I get so triggered and panicked when Jack has a tantrum, especially after we have had a wonderful start to the day. During his last big tantrum before today, which was really and truly awful, I did some really hard tuning in to my thoughts and urges to find out why I was taking his behavior so personally. One of the internal thoughts I had, “How dare he ruin my perfect day?”
When I realized this thought was at the epicenter of my rage and crazy-mommy-head, I was able to look at the day and realize that his tantrum really only lasted 30 minutes, and why did I have to trash the other 23.5 hours of the “perfect” day for that one tantrum?
It also helps to realize Jack is evolving. Although he still has tantrums and aggressions, they are not nearly as frequent or ferocious as when he was younger. Tonight, Jack was remorseful and spent the remainder of the evening trying to be extra loving and calm.

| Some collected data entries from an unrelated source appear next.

"""Bringing takes into the desk: a dropped batch of files through the HTTP API, the watched folder,
phone recordings (AAC in MP4, raw AAC), a library archive brought in through the page, and the
``takescribe progress`` command on a folder of reports.

Flask's test client drives the web layer (no server thread, no job runner); the one analysis
(an M4A take) runs in this process through :func:`takescribe.desk.queue.run_job`.
"""

from __future__ import annotations

import io
import json
import shutil
import sqlite3
import subprocess
from pathlib import Path

import pytest

from takescribe.cli import main
from takescribe.desk import _watch_once
from takescribe.desk.app import create_app
from takescribe.desk.archive import export_library
from takescribe.desk.guard import change_check
from takescribe.desk.library import DeskSettings, add_piece, add_student, open_library, staging_path

HERE = Path(__file__).resolve().parent
DEMO = HERE.parent / "src" / "takescribe" / "data" / "demo"
WEEKS = sorted((HERE / "desk_takes").glob("*.ogg"))
FFMPEG = shutil.which("ffmpeg")
KEY = "k" * 43
ORIGIN = "http://127.0.0.1:5125"


def _rows(lib, sql: str):
    with sqlite3.connect(lib.root / "desk.sqlite") as conn:
        return conn.execute(sql).fetchall()


@pytest.fixture
def desk(tmp_path):
    """A library with the waltz and Maren, and a logged-in test client (no job runner)."""
    lib = open_library(tmp_path / "lib", settings=DeskSettings(max_upload_bytes=4 * 2**20))
    part = staging_path(lib)
    shutil.copyfile(DEMO / "piano" / "part.musicxml", part)
    piece = add_piece(lib, title="Lantern Waltz", instrument="piano", part_file=part, part_label="part.musicxml")
    student = add_student(lib, "Maren")
    client = create_app(lib, key=KEY, port_of=lambda: 5125).test_client()
    assert client.get(f"/?key={KEY}", base_url=ORIGIN).status_code == 302
    yield lib, client, piece, student
    lib.engine.dispose()


def _post(client, path: str, data: dict):
    return client.post(path, data=data, base_url=ORIGIN, content_type="multipart/form-data",
                       headers={"Origin": ORIGIN, "X-Desk-Check": change_check(KEY)})


def test_dropped_files_are_guessed_stored_and_queued(desk):
    # what the bring-in page does with files dropped on it: a guess per name, then one POST each
    lib, client, piece, student = desk
    made = []
    for path in WEEKS:
        guess = client.get("/api/guess", query_string={"name": path.name}, base_url=ORIGIN).get_json()
        assert guess == {"student_id": student, "piece_id": piece, "date": path.stem.rsplit(" ", 1)[1]}
        answer = _post(client, "/api/takes", {"file": (io.BytesIO(path.read_bytes()), path.name), "label": path.name,
                                               **{k: str(v) for k, v in guess.items()}})
        assert answer.status_code == 201, answer.get_json()
        made.append(answer.get_json())
    jobs = client.get("/api/jobs", query_string={"ids": ",".join(str(m["job_id"]) for m in made)},
                      base_url=ORIGIN).get_json()["jobs"]
    assert [jobs[str(m["job_id"])]["status"] for m in made] == ["queued"] * 3
    assert _rows(lib, "SELECT label, date, status FROM takes ORDER BY date") == \
        [(p.name, p.stem.rsplit(" ", 1)[1], "queued") for p in WEEKS]
    for m, path in zip(made, WEEKS):   # stored under the take's id, byte for byte
        assert (lib.root / "audio" / f"{m['take_id']}.ogg").read_bytes() == path.read_bytes()


def test_watched_folder_adds_named_recordings_once(desk, tmp_path):
    lib, _, piece, student = desk
    folder = tmp_path / "inbox"
    folder.mkdir()
    shutil.copyfile(WEEKS[0], folder / WEEKS[0].name)
    shutil.copyfile(WEEKS[1], folder / "recording 3.ogg")   # a name that tells neither student nor piece
    (folder / "notes.txt").write_text("not a take")
    kicks, notices, sizes = [], [], {}

    class Runner:
        def kick(self):
            kicks.append(1)

    _watch_once(lib, folder, sizes, notices, Runner())   # first look: sizes noted, files may still be copying
    assert _rows(lib, "SELECT count(*) FROM takes") == [(0,)] and kicks == []
    _watch_once(lib, folder, sizes, notices, Runner())   # same sizes: complete, taken in
    assert _rows(lib, "SELECT student_id, piece_id, date, label, status FROM takes") == \
        [(student, piece, "2026-11-02", WEEKS[0].name, "queued")]
    assert kicks == [1]
    assert notices == ["recording 3.ogg: its name does not tell whose take or which piece; add it by hand"]
    _watch_once(lib, folder, sizes, notices, Runner())   # seen before: not added twice
    assert _rows(lib, "SELECT count(*) FROM takes") == [(1,)] and len(notices) == 1
    assert sorted(p.name for p in folder.iterdir()) == sorted([WEEKS[0].name, "recording 3.ogg", "notes.txt"])


@pytest.mark.skipif(FFMPEG is None, reason="ffmpeg is not installed (Debian: apt-get install ffmpeg)")
def test_phone_recordings_are_taken_in_and_analysed_as_the_command_line_does(desk, tmp_path):
    from takescribe.desk.queue import claim_next, run_job

    lib, client, piece, student = desk
    codes = {"week1.m4a": ["-c:a", "aac", "-b:a", "64k"], "week1.aac": ["-c:a", "aac", "-b:a", "64k", "-f", "adts"]}
    made = {}
    for name, codec in codes.items():   # AAC in MP4 (ISO/IEC 14496-12) and raw AAC (ADTS, ISO/IEC 13818-7)
        encoded = tmp_path / name
        subprocess.run([FFMPEG, "-loglevel", "error", "-y", "-i", str(WEEKS[0]), *codec, str(encoded)], check=True,
                       capture_output=True, timeout=60)
        answer = _post(client, "/api/takes", {"file": (io.BytesIO(encoded.read_bytes()), name), "label": name,
                                               "student_id": str(student), "piece_id": str(piece),
                                               "date": "2026-11-02"})
        assert answer.status_code == 201, answer.get_json()
        made[name] = answer.get_json()
        suffix = Path(name).suffix
        assert (lib.root / "audio" / f"{made[name]['take_id']}{suffix}").read_bytes() == encoded.read_bytes()
    job, attempt = claim_next(lib.engine)
    assert job == made["week1.m4a"]["job_id"]
    assert run_job(lib.url, str(lib.root), job, attempt) == "done"
    outputs = lib.root / "outputs" / str(made["week1.m4a"]["take_id"])
    findings = json.loads((outputs / "findings.json").read_text())
    # the planted pause before bar 12 of week 1 (desk_takes/build_desk_takes.py) is found in the phone copy too
    assert any(f["measure"] == 12 for f in findings["findings"])


def test_a_library_archive_is_brought_in_through_the_page(desk, tmp_path):
    lib, client, _, _ = desk
    other = open_library(tmp_path / "other", settings=DeskSettings(max_upload_bytes=4 * 2**20))
    part = staging_path(other)
    shutil.copyfile(DEMO / "violin" / "part.musicxml", part)
    add_piece(other, title="Harbour Song", instrument="violin", part_file=part, part_label="part.musicxml")
    add_student(other, "Joss")
    archive = tmp_path / "backup.zip"
    export_library(other, archive)
    other.engine.dispose()
    answer = _post(client, "/library/import", {"archive": (io.BytesIO(archive.read_bytes()), "backup.zip")})
    assert answer.status_code == 302
    page = client.get(answer.headers["Location"], base_url=ORIGIN).get_data(as_text=True)
    assert "Added 1 students, 1 pieces and 0 takes." in page   # the page says what was added
    assert sorted(r[0] for r in _rows(lib, "SELECT name FROM students")) == ["Joss", "Maren"]
    assert sorted(r[0] for r in _rows(lib, "SELECT title FROM pieces")) == ["Harbour Song", "Lantern Waltz"]


def _findings(measures: list[int], bpm: list[float]) -> dict:
    """A findings file of the practice report's schema (takescribe-findings/1), written by hand."""
    return {"schema": "takescribe-findings/1",
            "findings": [{"kind": "missed", "measure": m} for m in measures],
            "summary": {"counts": {"missed": len(measures)}, "notes_in_part": 40,
                        "tempo_curve": [{"measure": k + 1, "beats_per_minute": b} for k, b in enumerate(bpm)]}}


def test_progress_command_writes_html_and_json_from_a_folder_of_reports(tmp_path, capsys):
    # a worked example by hand: bar 3 has findings in all three weeks, bar 1 only in the first
    reports = tmp_path / "reports"
    for name, measures in (("2026-11-16 maren", [3]), ("2026-11-02 maren", [1, 3]), ("2026-11-09 maren", [3, 3])):
        (reports / name).mkdir(parents=True)
        (reports / name / "findings.json").write_text(json.dumps(_findings(measures, [100, 100, 100, 100])))
    html, data = tmp_path / "progress.html", tmp_path / "progress.json"
    assert main(["progress", str(reports), "-o", str(html), "--json", str(data)]) == 0
    written = json.loads(data.read_text())
    assert written["findings_per_bar"]["3"] == [1, 2, 1]   # in date order, not name order
    assert written["findings_per_bar"]["1"] == [1, 0, 0]
    assert "<svg" in html.read_text() and "2026-11-09" in html.read_text()
    # never overwritten without --force
    assert main(["progress", str(reports), "-o", str(html)]) == 4
    assert "exists" in capsys.readouterr().err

My behavior affects Jack as well. He is a strong-willed kid, prone to anxiety who gets easily triggered. Something today about my telling him I didn’t want him to spray me in the face triggered him. It is like he took it personally, fired off some behaviors, which I took personally, and there you have the symbiosis of our relationship. I wonder how things would have gone if I had more of a sense of humor about getting sprayed in the face. . .
I’ve worked really hard to keep my self-composure, because if he feels for one second that I am out of control, then it makes his spiral even worse.
Mindfulness does not come easily or naturally for me during these times, but this is when it is most important.
I sit writing this out on my porch. I think we are about to get a big thunder storm. There is a lovely breeze, the wind chimes are lazily singing, and I can’t help but keep looking over at our fat patch of marigolds. The saying, All’s well that ends well, comes to mind.
And now the two gifts:
A while back I was talking with a friend about my son. She is an expert in child development and has ten times the grace and patience I could ever hope for. I remember saying I don’t know why I became a mom because I have know clue how to parent this kid. She smiled so kindly, and told me that I got Jack for a reason. That he is the kid I was meant to get because I will figure out how to parent him.
When I whined about feeling like a total fraud coming to work after bumbling through one of his tantrums, she said. “You are not a fraud. What makes you good at this work is that you know first-hand how hard it is to be a mom.”
Armed with those two gifts, I think I can hug my kid and go to work tomorrow with my head held high.